On Wed, Dec 2, 2015 at 4:53 PM, Malith Dhanushka <mal...@wso2.com> wrote:

>
>
> On Wed, Dec 2, 2015 at 4:47 PM, Sinthuja Ragendran <sinth...@wso2.com>
> wrote:
>
>> Hi Malith,
>>
>> On Wed, Dec 2, 2015 at 4:41 PM, Malith Dhanushka <mal...@wso2.com> wrote:
>>
>>> Hi Folks,
>>>
>>> We had an offline chat about this.
>>>
>>> Since indexing all the arbitrary fields is not feasible with the current
>>> architecture, requirement of indexing arbitrary fields in log analyzer will
>>> be handled in Log analyzer REST API. Idea is to compare the incoming event
>>> with existing schema which is kept in in-memory and if there is a change
>>> then to update the table schema.
>>>
>>
>> In this case, all the fields are going to be indexed? Is there any way
>> with this solution to say I need specific fields (say x, y, z) to be
>> indexed in the log event and not all the fields?
>>
>
> No.
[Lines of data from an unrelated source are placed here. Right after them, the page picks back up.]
import { describe, expect, it } from 'vitest';
import {
  duesStatus,
  fiscalYearOf,
  paidUpOn,
  prorate,
  quoteFor,
  type DuesCalendar,
  type QuotePlan,
} from './calendar';

// A fixed calendar for every case: fiscal year from 1 April, renewal opens 30 days ahead, lapse after 90 days.
// Expected values are worked by hand from the club rules written beside `duesStatus`, `prorate` and `quoteFor`.
const CAL: DuesCalendar = { fiscalYearStartMonth: 4, renewalWindowDays: 30, lapseAfterDays: 90 };
const FY26 = { start: '2026-04-01', end: '2027-03-31', label: '2026–27' };

describe('fiscal year', () => {
  it.each([
    ['2026-04-01', CAL, FY26],
    ['2027-03-31', CAL, FY26],
    ['2026-03-31', CAL, { start: '2025-04-01', end: '2026-03-31', label: '2025–26' }],
    [
      '2028-12-31',
      { ...CAL, fiscalYearStartMonth: 1 },
      { start: '2028-01-01', end: '2028-12-31', label: '2028' },
    ],
    // Leap year: a March start ends on 29 February.
    [
      '2028-02-29',
      { ...CAL, fiscalYearStartMonth: 3 },
      { start: '2027-03-01', end: '2028-02-29', label: '2027–28' },
    ],
  ])('%s falls in the expected fiscal year', (date, cal, expected) => {
    expect(fiscalYearOf(date, cal)).toEqual(expected);
  });
});

describe('proration', () => {
  it.each([
    ['none', 12000, '2026-10-15', 12000],
    ['monthly', 12000, '2026-03-15', 12000], // before the year starts: full
    ['monthly', 12000, '2026-04-01', 12000], // first day
    ['monthly', 12000, '2026-04-30', 12000], // the joining month counts in full
    ['monthly', 12000, '2026-05-01', 11000],
    ['monthly', 12000, '2027-03-31', 1000], // last day: one month
    ['monthly', 125, '2026-10-01', 63], // 62.5 rounds half up
    ['quarterly', 12000, '2026-06-30', 12000],
    ['quarterly', 12000, '2026-07-01', 9000],
    ['quarterly', 12000, '2027-01-01', 3000],
    ['daily', 12000, '2026-10-01', 5984], // 182 of 365 days: 5983.56
    ['daily', 12000, '2027-03-31', 50], // 1 of 365 days is 33, raised to the 50 minimum charge
  ] as const)('%s of %i from %s is %i', (rule, amount, from, expected) => {
    expect(prorate(amount, rule, from, FY26)).toBe(expected);
  });
});

// A year that starts mid-month (15 July): fiscal months run from the 15th to the 14th. Worked by hand from the rule.
const MID = { ...CAL, fiscalYearStartMonth: 7, fiscalYearStartDay: 15 };
const FY_MID = { start: '2026-07-15', end: '2027-07-14', label: '2026–27' };

describe('fiscal year starting mid-month', () => {
  it.each([
    ['2026-07-14', MID, { start: '2025-07-15', end: '2026-07-14', label: '2025–26' }],
    ['2026-07-15', MID, FY_MID],
    ['2027-07-14', MID, FY_MID],
    // 28 February start: a leap day falls in the year that started the day before.
    [
      '2028-02-29',
      { ...CAL, fiscalYearStartMonth: 2, fiscalYearStartDay: 28 },
      { start: '2028-02-28', end: '2029-02-27', label: '2028–29' },
    ],
    // 2 January start is not a calendar year, so the label spans two years.
    [
      '2026-01-01',
      { ...CAL, fiscalYearStartMonth: 1, fiscalYearStartDay: 2 },
      { start: '2025-01-02', end: '2026-01-01', label: '2025–26' },
    ],
  ])('%s falls in the expected fiscal year', (date, cal, expected) => {
    expect(fiscalYearOf(date, cal)).toEqual(expected);
  });

  it.each([
    ['monthly', '2026-08-14', 12000], // still the first fiscal month
    ['monthly', '2026-08-15', 11000],
    ['monthly', '2027-01-10', 7000], // sixth fiscal month (15 Dec–14 Jan): 7 of 12 left
    ['monthly', '2027-07-14', 1000], // last day: one month
    ['quarterly', '2026-10-14', 12000],
    ['quarterly', '2026-10-15', 9000],
  ] as const)('%s from %s is %i', (rule, from, expected) => {
    expect(prorate(12000, rule, from, FY_MID)).toBe(expected);
  });
});

describe('dues status', () => {
  const paid = { paidThrough: '2027-03-31', joinedOn: '2020-05-01' };
  const fresh = { paidThrough: null, joinedOn: '2026-09-10' };
  it.each([
    [paid, '2026-06-01', 'current'],
    [paid, '2027-03-01', 'current'], // 31 days before the due date
    [paid, '2027-03-02', 'due'], // renewal window opens 30 days ahead
    [paid, '2027-03-31', 'due'],
    [paid, '2027-04-30', 'due'], // last day of the 30-day grace
    [paid, '2027-05-01', 'overdue'],
    [paid, '2027-06-29', 'overdue'],
    [paid, '2027-06-30', 'lapsed'], // 90 days past due
    [fresh, '2026-09-10', 'due'],
    [fresh, '2026-10-09', 'due'],
    [fresh, '2026-10-10', 'overdue'],
  ] as const)('%o on %s is %s', (m, today, expected) => {
    expect(duesStatus(m, 30, today, CAL)).toBe(expected);
  });

  it.each([
    ['2027-03-31', '2027-04-30', true],
    ['2027-03-31', '2027-05-01', false],
    ['2027-03-31', '2020-01-01', true],
    [null, '2026-06-01', false],
  ] as const)('paid through %s, paid up on %s: %s', (paidThrough, at, expected) => {
    expect(paidUpOn(paidThrough, 30, at)).toBe(expected);
  });
});

describe('quote', () => {
  const plan: QuotePlan = {
    amountMinor: 12000,
    proration: 'monthly',
    lateFeeMinor: 1500,
    graceDays: 30,
  };
  it.each([
    [
      'catch-up inside grace, no fee',
      { paidThrough: '2026-03-31', joinedOn: '2019-04-01' },
      '2026-04-15',
      {
        kind: 'catch-up',
        coversFrom: '2026-04-01',
        coversTo: '2027-03-31',
        duesMinor: 12000,
        lateFeeMinor: 0,
      },
    ],
    [
      'catch-up when overdue adds the late fee',
      { paidThrough: '2026-03-31', joinedOn: '2019-04-01' },
      '2026-05-20',
      {
        kind: 'catch-up',
        coversFrom: '2026-04-01',
        coversTo: '2027-03-31',
        duesMinor: 12000,
        lateFeeMinor: 1500,
      },
    ],
    [
      'renewal in the window',
      { paidThrough: '2027-03-31', joinedOn: '2019-04-01' },
      '2027-03-15',
      {
        kind: 'renewal',
        coversFrom: '2027-04-01',
        coversTo: '2028-03-31',
        duesMinor: 12000,
        lateFeeMinor: 0,
      },
    ],
    [
      'new member mid-year, prorated',
      { paidThrough: null, joinedOn: '2026-10-15' },
      '2026-10-15',
      {
        kind: 'join',
        coversFrom: '2026-10-15',
        coversTo: '2027-03-31',
        duesMinor: 6000,
        lateFeeMinor: 0,
      },
    ],
    [
      'years behind rejoins for this year',
      { paidThrough: '2024-03-31', joinedOn: '2019-04-01' },
      '2026-06-01',
      {
        kind: 'rejoin',
        coversFrom: '2026-04-01',
        coversTo: '2027-03-31',
        duesMinor: 12000,
        lateFeeMinor: 1500,
      },
    ],
  ] as const)('%s', (_name, m, today, expected) => {
    expect(quoteFor(m, plan, today, CAL)).toEqual(expected);
  });

  it('owes nothing while current', () => {
    expect(
      quoteFor({ paidThrough: '2027-03-31', joinedOn: '2019-04-01' }, plan, '2026-12-01', CAL),
    ).toBeNull();
  });
});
In this way client wont send the table schema before hand. Up on the
> change of an event , REST API will dynamically update the schema.  Since
> this is log analyzer specific scenario , all the events needs to be
> indexed.
>

In log analyzer scenario also, is it always necessary to index all fields??
Anyhow number of indexing fields will have some influence in the resource
utilization, load, etc in the indexing operation, and hence IMHO users
should be having a way to only index the fields which they are interested
in using the log search operation. For example, I have log events with (ip
address, timestamp, operation, resource, data transferred, client-browser)
fields, but i'm only going to search by using the fields ip address,
timestamp, operation, resource and data transferred, client-browser is not
going to be part of my search field, but i wanted to see those fields in my
final log search result. Is there any way to achieve this?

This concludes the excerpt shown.